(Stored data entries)
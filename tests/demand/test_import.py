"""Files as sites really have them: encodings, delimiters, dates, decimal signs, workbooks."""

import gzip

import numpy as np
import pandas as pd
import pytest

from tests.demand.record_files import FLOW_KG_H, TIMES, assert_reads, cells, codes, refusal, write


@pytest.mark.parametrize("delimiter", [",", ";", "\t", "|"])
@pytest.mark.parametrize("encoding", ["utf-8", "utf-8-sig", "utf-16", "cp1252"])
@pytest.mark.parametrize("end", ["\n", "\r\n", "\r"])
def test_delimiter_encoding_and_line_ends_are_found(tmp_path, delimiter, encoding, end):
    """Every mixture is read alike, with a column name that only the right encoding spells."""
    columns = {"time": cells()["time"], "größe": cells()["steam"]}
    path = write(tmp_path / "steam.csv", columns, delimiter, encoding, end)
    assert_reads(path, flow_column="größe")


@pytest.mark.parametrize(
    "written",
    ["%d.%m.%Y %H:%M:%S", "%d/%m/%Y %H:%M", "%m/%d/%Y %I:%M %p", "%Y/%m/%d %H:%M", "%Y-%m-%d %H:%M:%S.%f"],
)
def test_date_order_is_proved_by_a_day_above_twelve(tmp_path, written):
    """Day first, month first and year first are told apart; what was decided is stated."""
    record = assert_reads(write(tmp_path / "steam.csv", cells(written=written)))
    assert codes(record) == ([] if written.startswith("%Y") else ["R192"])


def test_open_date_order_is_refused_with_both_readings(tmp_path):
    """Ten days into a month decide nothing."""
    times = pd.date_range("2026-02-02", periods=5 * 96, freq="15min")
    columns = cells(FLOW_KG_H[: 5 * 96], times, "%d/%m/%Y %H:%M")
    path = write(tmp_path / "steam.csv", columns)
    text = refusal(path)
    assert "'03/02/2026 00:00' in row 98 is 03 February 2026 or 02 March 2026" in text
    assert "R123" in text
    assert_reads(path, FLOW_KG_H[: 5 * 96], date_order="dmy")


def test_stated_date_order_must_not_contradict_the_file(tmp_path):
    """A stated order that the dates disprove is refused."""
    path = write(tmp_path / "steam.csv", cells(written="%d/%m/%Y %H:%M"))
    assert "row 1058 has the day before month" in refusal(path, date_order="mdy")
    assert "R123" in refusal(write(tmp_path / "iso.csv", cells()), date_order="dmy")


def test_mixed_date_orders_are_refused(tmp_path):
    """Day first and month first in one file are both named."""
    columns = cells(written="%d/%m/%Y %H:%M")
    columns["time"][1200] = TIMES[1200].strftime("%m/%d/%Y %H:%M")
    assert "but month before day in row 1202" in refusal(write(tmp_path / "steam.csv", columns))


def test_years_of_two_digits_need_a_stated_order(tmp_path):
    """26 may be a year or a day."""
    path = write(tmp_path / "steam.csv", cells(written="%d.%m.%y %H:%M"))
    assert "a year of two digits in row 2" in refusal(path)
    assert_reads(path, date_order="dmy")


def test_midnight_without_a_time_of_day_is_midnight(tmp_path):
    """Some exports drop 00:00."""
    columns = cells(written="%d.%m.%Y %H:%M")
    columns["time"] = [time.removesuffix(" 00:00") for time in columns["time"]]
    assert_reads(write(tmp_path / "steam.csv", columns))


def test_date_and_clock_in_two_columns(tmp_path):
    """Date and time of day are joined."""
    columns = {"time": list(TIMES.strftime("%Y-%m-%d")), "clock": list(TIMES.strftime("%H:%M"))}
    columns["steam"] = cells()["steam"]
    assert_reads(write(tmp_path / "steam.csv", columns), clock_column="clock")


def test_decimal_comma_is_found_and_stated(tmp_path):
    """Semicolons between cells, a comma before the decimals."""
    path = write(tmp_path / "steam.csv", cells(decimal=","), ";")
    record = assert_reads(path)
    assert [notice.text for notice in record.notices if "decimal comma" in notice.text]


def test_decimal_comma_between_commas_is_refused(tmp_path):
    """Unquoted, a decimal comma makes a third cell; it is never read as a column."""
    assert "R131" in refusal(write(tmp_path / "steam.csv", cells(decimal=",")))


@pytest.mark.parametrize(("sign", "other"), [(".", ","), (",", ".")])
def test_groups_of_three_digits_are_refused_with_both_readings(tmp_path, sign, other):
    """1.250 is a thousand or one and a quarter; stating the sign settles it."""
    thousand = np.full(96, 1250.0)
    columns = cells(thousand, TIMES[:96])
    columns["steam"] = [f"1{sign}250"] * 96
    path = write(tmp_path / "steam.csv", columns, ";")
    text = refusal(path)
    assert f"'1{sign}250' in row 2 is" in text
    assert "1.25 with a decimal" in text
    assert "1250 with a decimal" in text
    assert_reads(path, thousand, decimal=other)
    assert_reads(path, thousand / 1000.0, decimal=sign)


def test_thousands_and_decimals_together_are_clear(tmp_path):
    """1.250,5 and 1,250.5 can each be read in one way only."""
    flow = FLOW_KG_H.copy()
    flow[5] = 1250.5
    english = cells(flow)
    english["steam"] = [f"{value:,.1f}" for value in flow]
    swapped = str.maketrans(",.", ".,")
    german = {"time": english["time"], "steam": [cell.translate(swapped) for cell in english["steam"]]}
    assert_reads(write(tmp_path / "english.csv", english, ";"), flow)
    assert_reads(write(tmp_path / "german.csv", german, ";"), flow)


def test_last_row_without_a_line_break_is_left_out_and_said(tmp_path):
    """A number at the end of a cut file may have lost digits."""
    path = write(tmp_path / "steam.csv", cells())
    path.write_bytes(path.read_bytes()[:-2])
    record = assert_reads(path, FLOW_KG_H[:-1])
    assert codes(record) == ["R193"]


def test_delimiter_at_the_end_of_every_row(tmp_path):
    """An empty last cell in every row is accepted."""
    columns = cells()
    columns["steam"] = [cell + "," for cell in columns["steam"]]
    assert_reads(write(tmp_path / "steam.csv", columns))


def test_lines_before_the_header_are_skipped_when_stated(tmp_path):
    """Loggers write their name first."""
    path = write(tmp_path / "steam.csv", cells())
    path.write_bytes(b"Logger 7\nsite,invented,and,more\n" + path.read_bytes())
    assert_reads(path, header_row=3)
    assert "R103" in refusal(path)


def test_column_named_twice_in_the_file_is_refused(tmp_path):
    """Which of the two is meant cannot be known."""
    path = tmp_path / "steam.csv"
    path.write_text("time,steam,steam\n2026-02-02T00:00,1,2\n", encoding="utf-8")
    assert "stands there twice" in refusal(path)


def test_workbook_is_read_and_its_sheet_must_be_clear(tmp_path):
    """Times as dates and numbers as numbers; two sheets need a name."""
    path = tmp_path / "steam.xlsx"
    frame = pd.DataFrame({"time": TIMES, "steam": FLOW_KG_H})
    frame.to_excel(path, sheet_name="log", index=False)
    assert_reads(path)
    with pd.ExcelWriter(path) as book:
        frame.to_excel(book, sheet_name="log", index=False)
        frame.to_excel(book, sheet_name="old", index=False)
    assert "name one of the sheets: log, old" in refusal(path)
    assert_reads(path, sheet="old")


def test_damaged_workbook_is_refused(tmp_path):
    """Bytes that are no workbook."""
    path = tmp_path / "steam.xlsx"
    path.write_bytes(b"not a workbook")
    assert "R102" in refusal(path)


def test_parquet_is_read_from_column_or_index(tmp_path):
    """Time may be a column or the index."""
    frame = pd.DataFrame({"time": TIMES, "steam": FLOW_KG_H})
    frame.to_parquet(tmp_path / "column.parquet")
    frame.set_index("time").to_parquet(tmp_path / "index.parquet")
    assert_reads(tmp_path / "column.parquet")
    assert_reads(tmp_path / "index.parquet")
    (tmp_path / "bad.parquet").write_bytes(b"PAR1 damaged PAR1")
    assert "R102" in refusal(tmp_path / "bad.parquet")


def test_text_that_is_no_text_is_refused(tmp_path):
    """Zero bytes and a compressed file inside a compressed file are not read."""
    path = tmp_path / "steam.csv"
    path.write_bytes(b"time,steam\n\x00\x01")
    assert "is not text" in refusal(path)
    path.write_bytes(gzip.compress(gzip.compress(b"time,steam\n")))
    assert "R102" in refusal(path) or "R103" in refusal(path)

» Work instructions: How many of the lines in the records include the string "strftime"? Reply with the number alone.

» Answer below: 2